Garmin already has a great infrastructure for digital training plans. For example, you can create your own plan or you can buy a plan on a third party platform and it can almost invisibly sync to your Edge or Forerunner, where you can see the plan in your device’s calendar and then execute today’s workout and have it guide you through the rigours of whatever is demanded today. Your device might even be able to control resistance levels on a bike trainer that are pre-programmed into a digital workout. Clever stuff.
Garmin does this better than anyone else right now.
However, if you’ve ever compared today’s planned workout with what Garmin produces from its ‘Daily Suggested Workout” algorithm you will often see that the two are wildly different. Which is best/correct? The answer is that we probably don’t easily know. The digital plan models the impact of historical training loads alongside progressively & deliberately increased stress, whereas the Daily Workout Suggestion will be much more short-term focussed, perhaps looking at your HRV levels today and the kind of workouts you’ve recently executed before making a recommendation.
I think Garmin has more work to do there to tie together modelled ability with your actual ability and actual readiness. However, I’m not even talking about that when I say that ‘Micro-Adapted Workouts‘ could be introduced. I would class a micro-adapted workout as a single workout that adapts recovery periods and effort durations dynamically within a workout. Xert already does this (I think correctly) as do Garmin to a lesser extent eg allowing a rest period until HR falls to a recovery level.
For Garmin to produce something similar to Xert would be a quite significant piece of work that might even require fundamental changes to the elements of workouts.
Workout Compliance/Workout Scoring
Stages Cycling (Link Platform) and Stryd already have workout compliance in the platforms, as do other platforms.

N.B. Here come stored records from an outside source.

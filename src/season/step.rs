//! A day of the pool: inflow, release, surface, overturn, wind, diffusion, oxygen, in sub-steps.
//!
//! Methods: `docs/methods.md`, section 8.

use chrono::NaiveDate;

use crate::mix::{Drawn, Level};
use crate::profile::Column;
use crate::site::Site;
use crate::units::{DAY_S, say};

use super::balance::Balance;
use super::layers::Layers;
use super::skies::Sky;
use super::surface::Through;
use super::{diffusion, inflow, mixing, outflow, oxygen, reshape, surface};

/// Water that enters the pool on a day.
#[derive(Debug, Clone, Copy, PartialEq)]
pub struct Inflow {
    /// Flow, m3/s.
    pub flow_m3s: f64,
    /// Temperature, C.
    pub temperature_c: f64,
    /// Oxygen, mg/L; `None`: at saturation.
    pub oxygen_mg_l: Option<f64>,
    /// Dissolved solids, g/kg.
    pub salt_g_per_kg: f64,
    /// Suspended solids, mg/L.
    pub suspended_mg_l: f64,
}

/// What a day brings.
#[derive(Debug, Clone, Copy, PartialEq)]
pub struct Forcing {
    /// The date: for sentences.
    pub date: NaiveDate,
    /// The air; `None` leaves the surface without exchange.
    pub sky: Option<Sky>,
    /// Water that enters.
    pub inflow: Inflow,
}

/// What a day made.
#[derive(Debug, Clone, PartialEq)]
pub struct Stepped {
    /// The levels that drew, with their zone at the start of the day and their water as the mean of the day.
    pub drawn: Vec<Drawn>,
    /// The balances.
    pub balance: Balance,
    /// Whether the pool overturned from surface to bed.
    pub overturned: bool,
    /// Sub-steps taken.
    pub steps: u32,
}

/// A balance that does not close, or a pool that cannot give what is asked.
#[derive(Debug, Clone, PartialEq)]
pub struct Unbalanced {
    /// The day.
    pub date: NaiveDate,
    /// What fails, and by how much.
    pub words: String,
}

/// Shortest sub-step, s (choice): what a layer cannot give in it comes from the next.
const SHORTEST_S: f64 = 900.0;
/// Most that a balance may fail to close, as a share of its largest term (choice: round-off of a day stays a
/// thousand times below).
pub const MOST_OPEN: f64 = 1e-9;

/// Water that may stand above the top of the pool table, m (choice: dew of a few days; the next release takes it).
const MOST_OVER_M: f64 = 0.01;

/// Takes the pool through one day. `levels` says what is drawn from a column under a pool (m), flows in m3/s; it is
/// asked once, at the start of the day. Nothing is changed where the day fails.
///
/// # Errors
/// The term that does not close; water asked that the pool does not hold.
pub fn day(
    layers: &mut Layers,
    site: &Site,
    forcing: &Forcing,
    levels: &dyn Fn(&Column, f64) -> Vec<Level>,
) -> Result<Stepped, Unbalanced> {
    part_of_day(layers, site, forcing, DAY_S, levels)
}

/// Takes the pool through as much of a day, s, at the day's flows and under its mean air; all else as [`day`].
///
/// # Errors
/// As [`day`].
pub fn part_of_day(
    layers: &mut Layers,
    site: &Site,
    forcing: &Forcing,
    lasts_s: f64,
    levels: &dyn Fn(&Column, f64) -> Vec<Level>,
) -> Result<Stepped, Unbalanced> {
    let fails = |words: String| Unbalanced { date: forcing.date, words };
    let mut now = layers.clone();
    let no_water = || fails("the pool holds no water".into());
    let mut column = now.column(site).ok_or_else(no_water)?;
    let levels = levels(&column, column.surface_m());
    let mut drawn = vec![outflow::Drawn::default(); levels.len()];
    let mut zones = None;
    let mut balance = Balance::default();
    balance.water_m3.before = now.volume_m3();
    balance.heat_j.before = now.heat_j();
    let (mut left_s, mut steps, mut overturned) = (lasts_s, 0, false);
    while left_s > 0.0 {
        let edges = now.edges_m(&site.pool);
        if steps > 0 && !levels.is_empty() {
            column = now.column(site).ok_or_else(no_water)?;
        }
        let mut drawings =
            outflow::drawings(&column, &levels, &edges, site.zone_factor(), steps > 0).map_err(fails)?;
        zones.get_or_insert_with(|| drawings.iter().map(|d| d.zone).collect::<Vec<_>>());
        let taken_in = site.season.inflow_takes_in * forcing.inflow.flow_m3s.max(0.0);
        let longest = outflow::longest_s(&now, &drawings, taken_in).clamp(SHORTEST_S, site.season.step_s);
        let parts = (left_s / longest).ceil().max(1.0);
        let seconds = left_s / parts;
        left_s = if parts > 1.0 { left_s - seconds } else { 0.0 };
        steps += 1;

        let surface_m = column.surface_m();
        let entered = inflow::enter(&mut now, site, &forcing.inflow, surface_m, seconds);
        balance.water_m3.inflow += entered.volume_m3;
        balance.heat_j.inflow += entered.heat_j;
        if let Some(own) = entered.own {
            for drawing in &mut drawings {
                drawing.flows_m3s.insert(own, 0.0);
            }
        }
        let left = outflow::take(&mut now, &drawings, seconds, &mut drawn).map_err(fails)?;
        balance.water_m3.release -= left.volume_m3;
        balance.heat_j.release -= left.heat_j;
        let through = air_and_stir(&mut now, site, forcing.sky.as_ref(), seconds, &mut overturned);
        balance.water_m3.surface += through.water_m3;
        balance.heat_j.surface += through.heat_j;
        let top_m3 = site.pool.volume_m3(site.pool.top_m()) - site.pool.volume_m3(site.pool.bed_m);
        let over_m3 = now.volume_m3() - top_m3;
        if over_m3 > MOST_OPEN * top_m3 + MOST_OVER_M * site.pool.area_m2(site.pool.top_m()) {
            let (over, top) = (say::m3(over_m3, 0), say::m(site.pool.top_m(), 2));
            return Err(fails(format!("the pool holds {over} more than its table, which ends at {top}")));
        }
    }
    balance.water_m3.after = now.volume_m3();
    balance.heat_j.after = now.heat_j();
    balance.closes().map_err(fails)?;
    let zones = zones.unwrap_or_default();
    let drawn = levels
        .into_iter()
        .zip(zones)
        .zip(&drawn)
        .map(|((level, zone), drawn)| Drawn { level, zone, draw: drawn.draw(now.has_oxygen) })
        .collect();
    *layers = now;
    Ok(Stepped { drawn, balance, overturned, steps })
}

/// What follows inflow and release: the surface, what stirs, what creeps, what breathes.
fn air_and_stir(
    now: &mut Layers,
    site: &Site,
    sky: Option<&Sky>,
    seconds: f64,
    overturned: &mut bool,
) -> Through {
    let grain = site.water.solids_kg_m3;
    let mut through = Through::default();
    if let Some(sky) = sky {
        let edges = now.edges_m(&site.pool);
        through = surface::exchange(&mut now.layers, site, &edges, sky, seconds);
    }
    *overturned |= mixing::overturn(&mut now.layers, grain);
    let edges = now.edges_m(&site.pool);
    if let (Some(sky), Some(&surface_m), Some(top)) = (sky, edges.last(), now.layers.last()) {
        let velocity = mixing::friction_velocity_m_s(surface::wind_m_s(sky), top.density_kg_m3(grain));
        let work = mixing::wind_work_j_m2(velocity, seconds);
        let work_j = site.season.knobs.wind * work * site.pool.area_m2(surface_m);
        *overturned |= mixing::deepen(&mut now.layers, &site.pool, &edges, grain, work_j);
    }
    reshape::reshape(now, site);
    let edges = now.edges_m(&site.pool);
    let traded = diffusion::traded_m3(&now.layers, site, &edges, seconds);
    diffusion::diffuse(&mut now.layers, &traded);
    // what joined or crept together may be denser than what lies below
    *overturned |= mixing::overturn(&mut now.layers, grain);
    oxygen::breathe(now, site, &edges, seconds);
    through
}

Compliance is a way of scoring your completed workout against the original target. The target could be distance/duration based or it could be spending a certain amount of time in a certain zone. These are pretty fundamental things that our coaches tell us to do and which coaches will probably keep a track of. However, if you are self-coaching or following a plan, then it can be highly useful to both see how well you did in an individual workout as well as how that contributed to your overall goal. Plus a certain workout score, be it good or bad, might be the prompt that you need to analyse your workout rather than simply get in the shower and continue the day in blissful ignorance.
Likelihood?: Garmin already includes some measures around this like Garmin Coach Confidence Score but I don’t think that rigorous workout scoring and training progress will find their way to your device’s workout summary page any time soon.